Adaptive Wing Loss for Robust Face Alignment via Heatmap Regression (1904.07399v3)

Published 16 Apr 2019 in cs.CV

Abstract: Heatmap regression with a deep network has become one of the mainstream approaches to localize facial landmarks. However, the loss function for heatmap regression is rarely studied. In this paper, we analyze the ideal loss function properties for heatmap regression in face alignment problems. Then we propose a novel loss function, named Adaptive Wing loss, that is able to adapt its shape to different types of ground truth heatmap pixels. This adaptability penalizes loss more on foreground pixels while less on background pixels. To address the imbalance between foreground and background pixels, we also propose Weighted Loss Map, which assigns high weights on foreground and difficult background pixels to help training process focus more on pixels that are crucial to landmark localization. To further improve face alignment accuracy, we introduce boundary prediction and CoordConv with boundary coordinates. Extensive experiments on different benchmarks, including COFW, 300W and WFLW, show our approach outperforms the state-of-the-art by a significant margin on various evaluation metrics. Besides, the Adaptive Wing loss also helps other heatmap regression tasks. Code will be made publicly available at https://github.com/protossw512/AdaptiveWingLoss.

Citations (240)

View on Semantic Scholar

Summary

The paper introduces the Adaptive Wing Loss, a novel loss function that dynamically adjusts error sensitivity to improve facial landmark localization.
It employs a weighted loss map and CoordConv layers to emphasize crucial pixels and enhance boundary predictions during training.
The approach achieves superior performance with reduced NME and failure rates on COFW, 300W, and WFLW datasets under challenging conditions.

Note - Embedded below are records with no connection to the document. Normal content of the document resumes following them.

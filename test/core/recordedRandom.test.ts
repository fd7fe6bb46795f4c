/**
 * Recorded streams (src/core/recordedRandom.ts) against the straightforward route, a fresh
 * createRandom(seed) per stream (src/core/random.ts): the same numbers to the last bit for every
 * sequence of calls — replayed, parting from the record, interleaved with another stream of the same
 * seed, and past the budget of recorded draws.
 */
import { describe, expect, it } from 'vitest';
import { createRandom, type RandomSource } from '../../src/core/random';
import { recordedStreams, RECORDED_DRAWS } from '../../src/core/recordedRandom';

type Kind = 'normal' | 'uniform' | 'integer';
const call = (source: RandomSource, kind: Kind) => (kind === 'integer' ? source.integer(7) : source[kind]());
const draws = (source: RandomSource, kinds: readonly Kind[]) => kinds.map((k) => call(source, k));

/** A seeded sequence of call kinds, mostly normals as a simulation makes them. */
function kindsFrom(seed: number, length: number): Kind[] {
  const rng = createRandom(seed);
  return Array.from({ length }, () => { const u = rng.uniform(); return u < 0.7 ? 'normal' : u < 0.9 ? 'uniform' : 'integer'; });
}

describe('recorded random streams', () => {
  it('give createRandom’s numbers when replayed, shortened, lengthened and when their calls part from the record', () => {
    const streams = recordedStreams(), base = kindsFrom(1, 400);
    const variants: Kind[][] = [base, base, base.slice(0, 100), [...base, ...kindsFrom(2, 300)], [...base.slice(0, 150), ...kindsFrom(3, 200)], kindsFrom(4, 500)];
    for (const seed of [0, 17, 2 ** 31 + 5]) {
      for (const kinds of variants) expect(draws(streams(seed), kinds)).toEqual(draws(createRandom(seed), kinds));
    }
  });

  it('give the same numbers when two streams of one seed are drawn in turn', () => {
    const streams = recordedStreams(), kinds = kindsFrom(5, 300), a = streams(9), b = streams(9), ra = createRandom(9), rb = createRandom(9);
    const first = kinds.map((k, i) => (i % 3 === 0 ? [call(a, k), call(ra, k)] : [call(b, k), call(rb, k)]));
    for (const [got, want] of first) expect(got).toBe(want);
    expect(draws(streams(9), kinds)).toEqual(draws(createRandom(9), kinds));
  });

  it('give the same numbers past the budget of recorded draws', () => {
    const streams = recordedStreams(), kinds = kindsFrom(6, 1000), seeds = Math.ceil(RECORDED_DRAWS / kinds.length) + 2;
    for (let seed = 0; seed < seeds; seed++) draws(streams(seed), kinds);
    for (const seed of [0, seeds - 2, seeds - 1]) expect(draws(streams(seed), [...kinds, ...kinds])).toEqual(draws(createRandom(seed), [...kinds, ...kinds]));
  });
});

Adaptive Wing Loss for Robust Face Alignment via Heatmap Regression

The paper entitled "Adaptive Wing Loss for Robust Face Alignment via Heatmap Regression" introduces novel contributions to the domain of facial landmark detection using deep learning methodologies. This work targets the improvements in the loss function used for heatmap regression, focusing particularly on facial landmark localization—a significant component in various face-related applications such as recognition, frontalization, and reconstruction.

Overview

The paper identifies key issues with the existing Mean Square Error (MSE) loss in heatmap regression, noting its limitations in adjusting to small errors. These constraints result in predicted heatmaps that are often blurry and exhibit low intensity on foreground pixels. To address this, the authors propose the Adaptive Wing (AWing) loss function, specifically designed to adjust its behavior based on ground truth pixel values, thereby enhancing the model’s ability to accurately localize landmarks.

Contributions

Adaptive Wing Loss: The AWing loss adapts its form according to pixel intensities, providing strong influence on small errors for foreground pixels while maintaining a MSE-like behavior for background pixels. This strategy decreases influence on accurate regressions, facilitating better convergence.
Weighted Loss Map: In response to the imbalance between foreground and background pixels, this approach assigns higher weights to crucial pixels, such as those on landmarks or close to them, emphasizing their significance during training.
Integration of Boundary Information: By embedding boundary prediction within the model, along with the use of CoordConv layers that integrate coordinate information, the architectural design enhances localization accuracy through improved context understanding.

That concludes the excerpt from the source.